The main thing I am confused about is at the bottom of the page. I don't understand what the map $G_1/G_1^c \rightarrow \overline{G}/\overline{G}^c$ is. There is a natural map going the other way. But it is clear that Langlands wants to have a homomorphism $G_1/G_1^c \rightarrow G/G^c$. He says this is coming from the "transfer," but I don't understand what that is.
The "transfer" mentioned above is a group homomorphism that applies in a more general situation. I was unfamiliar with this notion until now. Let me answer my own question by giving the details.
Let $H$ be a subgroup of finite index of a group of $G$, and let $x_1, ... , x_n$ be a set of right coset representatives of $H$ in $G$. Let $\phi$ be a homomorphism of $H$ into an abelian group $A$ (for example, $A = H/[H,H]$).
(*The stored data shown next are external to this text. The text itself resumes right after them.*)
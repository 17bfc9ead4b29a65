package model

import (
	"math"
	"strings"

	"kern/checker/action"
	"kern/lang"
	"kern/lang/unit"
)

func (w *memberReader) height(r *reader) (float64, lang.Span, bool) {
	return r.quantity(want{what: "the " + r.stmt.Word, dim: unit.Length, unit: "m", min: 0.05, max: 200})
}

// level gives the height above datum of a level or of an expression.
func (w *memberReader) fromTo(r *reader) {
	w.m.HeightAt = r.place(r.stmt.Line)
	place := want{what: "a level or height", dim: unit.Length, unit: "m", max: 2000, signed: true, zero: true}
	from, _, ok := r.quantity(place)
	if !ok {
		return
	}
	if _, ok := r.wordOf("the upper end", "to"); !ok {
		return
	}
	to, span, ok := r.quantity(place)
	if !ok {
		return
	}
	if h := to - from; h < 0.05 || h > 200 {
		r.fail("impossible-value", span, "from %s to %s is no height of a member", w.env.Basis.Show.Place(from), w.env.Basis.Show.Place(to))
		return
	}
	w.m.From, w.m.Height, w.m.Levels = from, to-from, true
}

func (w *memberReader) axis(r *reader) (Axis, bool) {
	word, ok := r.wordOf("the axis", "major", "minor")
	return map[string]Axis{"major": Major, "minor": Minor}[word], ok
}

// end reads
//
//	base pinned|fixed|free|guided [about AXIS]
//	base spring STIFFNESS [about AXIS]
func (w *memberReader) end(r *reader) {
	word, ok := r.wordOf("the end condition", "pinned", "fixed", "free", "guided", "spring")
	if !ok {
		return
	}
	end := action.EndNames[word]
	axes := []Axis{Major, Minor}
	key := r.stmt.Word
	var spring Spring
	if word == "spring" {
		if spring, ok = r.spring(); !ok {
			return
		}
		if key += " spring"; spring.Lateral > 0 {
			key += " against moving sideways"
		} else {
			key += " against turning"
		}
	}
	if _, about := r.word("about"); about {
		a, ok := w.axis(r)
		if !ok {
			return
		}
		axes = []Axis{a}
	}
	for _, a := range axes {
		k := key + " about " + a.String()
		if first, again := w.first[k]; again {
			r.problem(lang.Problem{Rule: "value-given-twice", Span: r.stmt.Line, Message: "the end condition " + k + " is given twice",
				Related: []lang.Related{{Place: lang.Place{Decl: first.decl, Span: first.stmt.Line}, Message: "given here first"}}})
			return
		}
		w.first[k] = declared{r.decl, r.stmt}
		ends, springs := &w.m.Base, &w.m.BaseSpring
		if r.stmt.Word == "top" {
			ends, springs = &w.m.Top, &w.m.TopSpring
		}
		if word != "spring" {
			ends[a] = end
			continue
		}
		springs[a].Lateral += spring.Lateral
		springs[a].Turning += spring.Turning
	}
}

// lateral and turning are what a stiffness can be.
var (
	lateral = want{what: "the stiffness of a hold", dim: unit.ForcePerLength, unit: "kN/m", min: 1e-3, max: 1e13}
	turning = want{what: "the stiffness of an end against turning", dim: unit.RotationalStiffness, unit: "kNm/rad", min: 1e-3, max: 1e13}
)

// spring takes the stiffness of an end: its dimension tells what it is against.
func (r *reader) spring() (Spring, bool) {
	e := r.peek()
	if e == nil {
		r.problem(lang.Problem{Rule: "missing-value", Span: r.stmt.Line, Message: "the spring has no stiffness: " + r.stmt.Word + " spring 4000 kNm/rad against turning, " + r.stmt.Word + " spring 900 kN/m against moving sideways"})
		return Spring{}, false
	}
	if q, p := lang.Eval(e, r.names); p == nil && q.Dim == unit.ForcePerLength {
		sideways := lateral
		sideways.what = "the stiffness of an end against moving sideways"
		v, _, ok := r.quantity(sideways)
		return Spring{Lateral: v}, ok
	} else if p == nil && q.Dim == unit.Moment {
		r.take()
		problem := lang.Problem{Rule: "wrong-unit", Span: e.Span, Message: "the stiffness of an end against turning needs a unit of rotational stiffness, such as kNm/rad; this is a moment"}
		if e.Kind == lang.QuantExpr {
			problem.Fixes = append(problem.Fixes, lang.Replace("Write "+e.Text+"/rad", false, e.UnitSpan(), e.Text+"/rad"))
		}
		r.problem(problem)
		return Spring{}, false
	}
	v, _, ok := r.quantity(turning)
	return Spring{Turning: v}, ok
}

// settleEnds puts end conditions and springs together: an end of which only
// springs are said moves where a spring against moving sideways lets it, else it
// is held in place. A spring beside something rigid would say nothing.
func (w *memberReader) settleEnds() {
	for _, e := range []struct {
		word    string
		ends    *[2]action.End
		springs *[2]Spring
	}{{"base", &w.m.Base, &w.m.BaseSpring}, {"top", &w.m.Top, &w.m.TopSpring}} {
		for a, s := range e.springs {
			about := " about " + Axis(a).String()
			condition, said := w.first[e.word+about]
			if !said && s.Lateral > 0 {
				e.ends[a] = action.Free
			}
			end, rigid := e.ends[a], ""
			against := "moving sideways"
			switch {
			case said && s.Lateral > 0 && end.Held():
				rigid = "held in place"
			case s.Turning > 0 && (end == action.Fixed || end == action.Guided):
				rigid, against = "held against turning", "turning"
			}
			if rigid == "" {
				continue
			}
			at := w.first[e.word+" spring against "+against+about]
			r := w.reader(at.decl, at.stmt)
			r.problem(lang.Problem{Rule: "value-given-twice", Span: at.stmt.Line, Message: "the " + e.word + " is " + end.String() + about + ", so it is " + rigid + " already, and a spring against " + against + " has nothing to do",
				Related: []lang.Related{{Place: lang.Place{Decl: condition.decl, Span: condition.stmt.Line}, Message: "held here"}}})
			w.m.Missing = append(w.m.Missing, "a line in its block has an error")
			return
		}
	}
}

// critical reads what critical loads are found by.
func (r *reader) critical() bool {
	word, ok := r.wordOf("what critical loads are found by", "exact", "effective")
	if ok && word == "effective" {
		r.wordOf("the word 'lengths'", "lengths")
	}
	return word == "exact"
}

// placeOf names the height at which something stands.
func placeOf(what string) string {
	if strings.HasPrefix(what, "a ") {
		return "the place of " + what
	}
	return what
}

// place reads a height on the member: "top", "base", a level, a height above
// the base. A level counts from datum, everything else from the base.
func (w *memberReader) place(r *reader, what string) (float64, lang.Span, bool) {
	if e := r.peek(); e != nil && e.Kind == lang.NameExpr {
		if (e.Is("top") || e.Is("base")) && w.env.Names[e.Text] == nil {
			r.take()
			if math.IsNaN(w.m.Height) {
				return 0, e.Span, true // reported where the height is missing
			}
			return map[bool]float64{true: w.m.Height}[e.Is("top")], e.Span, true
		}
	}
	e := r.peek()
	if e != nil && e.Kind == lang.NameExpr && w.env.Names[e.Text] == nil {
		if _, constant := lang.Constants[e.Text]; !constant && e.Text != "height" && e.Text != "length" {
			r.problem(*w.env.unknownName(e, "level or place", []NameKind{ValueName, LevelName}, "top", "base"))
			return 0, e.Span, false
		}
	}
	v, span, ok := r.quantity(want{what: placeOf(what), dim: unit.Length, unit: "m", max: 2000, signed: true, zero: true})
	if !ok {
		return 0, span, false
	}
	fromDatum := false
	e.Walk(func(x *lang.Expr) {
		if n := w.env.Names[x.Text]; x.Kind == lang.NameExpr && n != nil && n.Kind == LevelName {
			fromDatum = true
		}
	})
	if fromDatum {
		if d, ok := w.first["height"]; !ok || d.stmt.Word != "from" {
			r.fail("level-without-levels", span, "a level can be named only in a member that stands between levels: from … to …")
			return 0, span, false
		}
		v -= w.m.From
	}
	if math.IsNaN(w.m.Height) {
		return v, span, true
	}
	if h := w.m.Height; v < -1e-9*h || v > h*(1+1e-9) {
		r.fail("outside-the-member", span, "%s at %s lies outside the member, which is %s high", what, w.env.Basis.Show.Place(v), w.env.Basis.Show.Place(h))
		return 0, span, false
	}
	return min(max(v, 0), w.m.Height), span, true
}

func (w *memberReader) hold(r *reader) {
	word, ok := r.wordOf("what the hold restrains", "major", "minor", "both", "twist")
	if !ok {
		return
	}
	if _, ok := r.wordOf("the place of the hold", "at"); !ok {
		return
	}
	at, span, ok := w.place(r, "a hold")
	if !ok || math.IsNaN(w.m.Height) {
		return
	}
	if at < 1e-6*w.m.Height || at > w.m.Height*(1-1e-6) {
		r.fail("outside-the-member", span, "a hold stands between the ends; what holds an end is said by base and top (top spring 900 kN/m)")
		return
	}
	stiffness := 0.0
	if _, sprung := r.word("stiffness"); sprung {
		if word == "twist" {
			r.fail("wrong-form", r.after(), "a hold against twist is rigid: its stiffness cannot be said here")
			return
		}
		if stiffness, _, ok = r.quantity(lateral); !ok {
			return
		}
	}
	for _, h := range w.m.Holds {
		if math.Abs(h.At-at) < 1e-6*w.m.Height && (h.Major && word != "minor" && word != "twist" || h.Minor && word != "major" && word != "twist" || h.Twist && word == "twist") {
			r.problem(lang.Problem{Rule: "value-given-twice", Span: r.stmt.Line, Message: "the member is held here already",
				Related: []lang.Related{{Place: h.Place, Message: "by this hold"}}})
			return
		}
	}
	w.m.Holds = append(w.m.Holds, Hold{At: at, Major: word == "major" || word == "both", Minor: word == "minor" || word == "both", Twist: word == "twist",
		Stiffness: stiffness, Place: r.place(r.stmt.Line)})
}

func (w *memberReader) effective(r *reader) {
	k, span, ok := r.quantity(want{what: "an effective length factor", min: 0.1, max: 10})
	if !ok {
		return
	}
	axes := []int{0, 1}
	if _, about := r.word("about"); about {
		word, ok := r.wordOf("the axis", "major", "minor", "twist")
		if !ok {
			return
		}
		axes = []int{map[string]int{"major": 0, "minor": 1, "twist": 2}[word]}
	}
	for _, a := range axes {
		if w.m.Factor[a] != 0 {
			r.fail("value-given-twice", span, "the effective length factor about this axis is given twice")
			return
		}
		w.m.Factor[a] = k
	}
}
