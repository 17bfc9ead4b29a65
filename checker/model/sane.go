package model

import (
	"fmt"
	"math"
	"sort"
	"strings"

	"kern/checker/action"
	"kern/checker/catalogue"
	"kern/lang"
	"kern/lang/unit"
)

// complete looks for what the member lacks and states what is assumed.
func (w *memberReader) complete() {
	m := w.m
	missing := func(fix, what string) {
		if len(m.Missing) > 0 && (w.headless || w.said[what]) {
			return // reported where it lies
		}
		if len(m.Missing) == 0 {
			p := lang.Problem{Rule: "missing-value", Span: m.Stmt.Line, Message: "the " + m.Kind.String() + " has no " + what}
			if m.Stmt.Body != nil && fix != "" {
				at := lang.Span{Start: m.Stmt.Body.Span.Start + 1, End: m.Stmt.Body.Span.Start + 1}
				text := "\n    " + fix
				if !strings.Contains(m.Stmt.Body.Span.Of(m.Decl.Text), "\n") {
					text = " " + fix + ";" // a block on one line stays there
				}
				p.Fixes = append(p.Fixes, lang.Replace("Add "+what, false, at, text))
			}
			m.Problems = append(m.Problems, lang.Diagnostic{Decl: m.Decl, Problem: p})
		}
		m.Missing = append(m.Missing, "it has no "+what)
	}
	w.lifts(missing)
	if m.Section == nil {
		missing("section = \"HEB 160\"", "section")
	}
	if m.Material == nil {
		missing("material = \"S355\"", "material")
	}
	if math.IsNaN(m.Height) || m.Height == 0 {
		m.Height = unknown
		missing("height = 3 m", "height")
	}
	w.nominalPlaces()
	for _, l := range m.Parts() {
		s := l.Section
		if s == nil || !(m.Net > s.Area*(1+1e-9)) {
			continue
		}
		at := m.NetAt
		if at.Decl != m.Decl { // a line that is taken over is right where it stands
			at = lang.Place{Decl: m.Decl, Span: m.NameSpan}
		}
		m.Problems = append(m.Problems, lang.Diagnostic{Decl: at.Decl, Problem: lang.Problem{Rule: "impossible-value", Span: at.Span,
			Message: fmt.Sprintf("the net area of %s is more than that of the section %s, %s: holes leave no more than the whole area", w.env.Basis.Show.Short(m.Net, unit.Area, 4), s.Title(), w.env.Basis.Show.Short(s.Area, unit.Area, 4))}})
		m.Missing = append(m.Missing, "its net area cannot be")
		break
	}
	w.settleEnds()
	sort.SliceStable(m.Holds, func(i, j int) bool { return m.Holds[i].At < m.Holds[j].At })
	if w.spans != nil && m.Height > 0 {
		w.spans()
	}
	for _, a := range []Axis{Major, Minor} {
		_, base := w.first["base about "+a.String()]
		_, top := w.first["top about "+a.String()]
		base, top = base || m.BaseSpring[a] != Spring{}, top || m.TopSpring[a] != Spring{}
		switch {
		case !base && !top:
			m.Assumed = append(m.Assumed, "pinned at both ends about "+a.String())
		case !base:
			m.Assumed = append(m.Assumed, "pinned at the base about "+a.String())
		case !top:
			m.Assumed = append(m.Assumed, "pinned at the top about "+a.String())
		}
	}
	if len(m.Assumed) == 2 && strings.TrimSuffix(m.Assumed[0], "major") == strings.TrimSuffix(m.Assumed[1], "minor") {
		m.Assumed = []string{strings.TrimSuffix(m.Assumed[0], " about major")}
	}
	w.fits()
	if m.Kind != Column && m.Weight {
		m.Weight = false
		m.Assumed = append(m.Assumed, "self-weight of the "+m.Kind.String()+" not counted (its slope is not known)")
	}
	if unread := w.env.unread; len(m.Loads) == 0 && len(unread) > 0 && !w.tabled() {
		m.Missing = append(m.Missing, "its forces may stand in a table that could not be read: "+clip(unread[0]))
	}
	if len(m.Loads) == 0 && len(m.Missing) == 0 && !w.tabled() {
		m.Problems = append(m.Problems, lang.Diagnostic{Decl: m.Decl, Problem: lang.Problem{Rule: "member-without-load", Severity: lang.Warning, Span: m.NameSpan,
			Message: "the " + m.Kind.String() + " carries no load"}})
	}
	if m.Section != nil && m.Material != nil && len(m.Missing) == 0 {
		w.sane()
		w.designWall()
	}
}

// designWall warns of an American hollow section whose wall counts by another
// standard than that of the steel.
func (w *memberReader) designWall() {
	m := w.m
	g := m.Material.Grade
	if g == nil || !g.American() || !catalogue.HollowStandard(m.Section.Standard) || m.Section.Standard == g.Standard {
		return
	}
	if _, ok := g.For(m.Section.Shape); !ok || catalogue.FullWall(g.Standard) == catalogue.FullWall(m.Section.Standard) {
		return // no standard of such sections, or the same wall
	}
	message := fmt.Sprintf("the wall of %s counts with 0.93 of the nominal, as of %s; the steel is of %s, whose walls count in full: \"%s %s\"",
		m.Section.Designation, m.Section.Standard, g.Standard, m.Section.Designation, strings.TrimPrefix(g.Standard, "ASTM "))
	if catalogue.FullWall(m.Section.Standard) {
		size, _, _ := strings.Cut(m.Section.Designation, " ")
		message = fmt.Sprintf("the wall of %s counts in full, as of %s; the steel is of %s, whose walls count with 0.93 of the nominal: \"%s\"", m.Section.Designation, m.Section.Standard, g.Standard, size)
		m.Missing = append(m.Missing, "its section has the wall of "+m.Section.Standard+" and its steel is of "+g.Standard)
	}
	m.Problems = append(m.Problems, lang.Diagnostic{Decl: m.SectionAt.Decl, Problem: lang.Problem{Rule: "design-wall", Severity: lang.Warning, Span: m.SectionAt.Span, Message: message}})
}

// sane warns of loads that are out by powers of ten beside what the section
// can carry at all.
func (w *memberReader) sane() {
	m := w.m
	fy, _, _, ok := m.Material.StrengthOf(m.Section, w.env.Basis.TableFy)
	if !ok && m.Material.Grade == nil || math.IsNaN(m.Section.Area) {
		return
	}
	if !ok {
		fy = 235e6
	}
	squash := m.Section.Area * fy
	for _, l := range m.Loads {
		if l.Kind != AxialLoad {
			continue
		}
		v := math.Abs(l.Value)
		switch {
		case v > 50*squash:
			m.Problems = append(m.Problems, lang.Diagnostic{Decl: l.Place.Decl, Problem: lang.Problem{Rule: "implausible-load", Severity: lang.Warning, Span: l.Place.Span,
				Message: fmt.Sprintf("a load of %s is %s times what the section can carry at all: is the unit meant?", w.env.Basis.Show.Short(v, unit.Force, 3), unit.Short(v/squash, 2))}})
		case v < 1e-4*squash && v < 200:
			m.Problems = append(m.Problems, lang.Diagnostic{Decl: l.Place.Decl, Problem: lang.Problem{Rule: "implausible-load", Severity: lang.Warning, Span: l.Place.Span,
				Message: fmt.Sprintf("a load of %s is next to nothing for this section: is the unit meant?", w.env.Basis.Show.Short(v, unit.Force, 3))}})
		}
	}
}

// nominalPlaces looks for loads off the centroid where nothing holds the member:
// they have no nominal moments.
func (w *memberReader) nominalPlaces() {
	m := w.m
	if !m.Nominal || math.IsNaN(m.Height) || len(m.Missing) > 0 {
		return
	}
	for _, l := range m.Loads {
		for a, e := range l.Offset {
			if l.Kind != AxialLoad || e == 0 || w.held(Axis(a), l.At) {
				continue
			}
			m.Missing = append(m.Missing, "a load with a nominal moment comes in where nothing holds it")
			p := lang.Problem{Rule: "nominal-without-hold", Span: l.Place.Span,
				Message: fmt.Sprintf("the load is off the centroid about %s at %s, where nothing holds the member about that axis: it has no nominal moment there", Axis(a), w.env.PlaceName(m, l.At)),
				Notes:   []string{"hold the member there, or say moments continuous"}}
			d := lang.Diagnostic{Decl: l.Place.Decl, Problem: p}
			if d.Decl != m.Decl { // a line that is taken over is right where it stands
				d = lang.Diagnostic{Decl: m.Decl, Problem: p}
				d.Span, d.Related = w.asSpan, []lang.Related{{Place: l.Place, Message: "the line"}}
			}
			m.Problems = append(m.Problems, d)
			return
		}
	}
}

// held tells whether the member is held in place about an axis at a height.
func (w *memberReader) held(a Axis, z float64) bool {
	m := w.m
	keeps := func(e action.End) bool { return e == action.Pinned || e == action.Fixed }
	switch {
	case z <= 1e-9*m.Height:
		return keeps(m.Base[a])
	case z >= m.Height*(1-1e-9):
		return keeps(m.Top[a])
	}
	for _, h := range m.Holds {
		if h.About(a) && h.Stiffness == 0 && math.Abs(h.At-z) <= 1e-6*m.Height {
			return true
		}
	}
	return false
}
For every $g \in G$, and each $1 \leq i \leq n$, there exists a unique $1 \leq i^g \leq n$ such that $Hx_ig = Hx_{i^g}$. Hence there exists an element $h_{i,g} \in H$ such that $ h_{i,g}x_ig =x_{i^g}$. Define a function $t: G \rightarrow A$ by
$$t(g) = \prod\limits_{i=1}^n \phi(h_{i,g})$$
1 . Well definedness:
Let $y_1, ... , y_n$ be another set of right coset representatives of $H$ in $G$. For $g \in G$ and $1 \leq i \leq n$, there exists a unique $1 \leq i_g \leq n$ such that $Hy_ig = Hy_{i_g}$. Hence there exists an element $_{i,g}h \in H$ such that $(_{i,g}h) y_ig = y_{i_g}$. We need to show that
$$\prod\limits_{i=1}^n \phi(h_{i,g}) = \prod\limits_{i=1}^n \phi(_{i,g} h)$$
The definition of $t$ clearly does not depend on the ordering of the coset representatives, so we may assume without loss of generality that $Hx_i = Hy_i$ for all $i$. Writing $h_ix_i = y_i$ for some $h_i \in H$ we have for all $i$ and any fixed $g \in G$:
$$h_{i^g} h_{i,g} x_i g = h_{i^g}x_{i^g} = y_{i^g} = (_{i,g}h)y_ig = (_{i,g}h)h_ix_ig$$ Thus $h_{i^g}h_{i,g} = (_{i,g}h)h_i$. This implies that
$$\prod\limits_{i=1}^n \phi(h_{i^g}) \phi( h_{i,g}) = \prod\limits_{i=1}^n \phi(_{i,g}h_i) \phi(h_i)$$ We are done, because
$$\prod\limits_{i=1}^n \phi(h_{i^g}) = \prod\limits_{i=1}^n \phi(h_i)$$
Homomorphism:
Let $g, g' \in G$. For $1 \leq i \leq n$, we have
$$x_{i^{(gg')}} = h_{i,gg'} x_i gg', x_{i^g} = h_{i,g} x_ig, x_{i^{g'}} = h_{i,g'} x_ig'$$
and we need to show that $\prod\limits_{i=1}^n \phi(h_{i,gg'}) = \prod\limits_{i=1}^n \phi(h_{i,g})\phi(h_{i,g'})$. For each $i$, we look at the integers $i^g$ and $(i^g)^{g'}$:
$$x_{(i^g)^{g'}} = h_{i^g,g'}x_{i^g}g' = h_{i^g,g'} h_{i,g}x_igg'$$
Therefore, $h_{i,gg'} = h_{i^g,g'}h_{i,g}$. This implies the result.
Topological Groups:
Of particular interest (to me) is when $G$ is a (Hausdorff) topological group, and $H$ is a closed subgroup of finite index. In that case, we let $A$ equal $H$ modulo the closure of $[H,H]$. Then $t$ is continuous.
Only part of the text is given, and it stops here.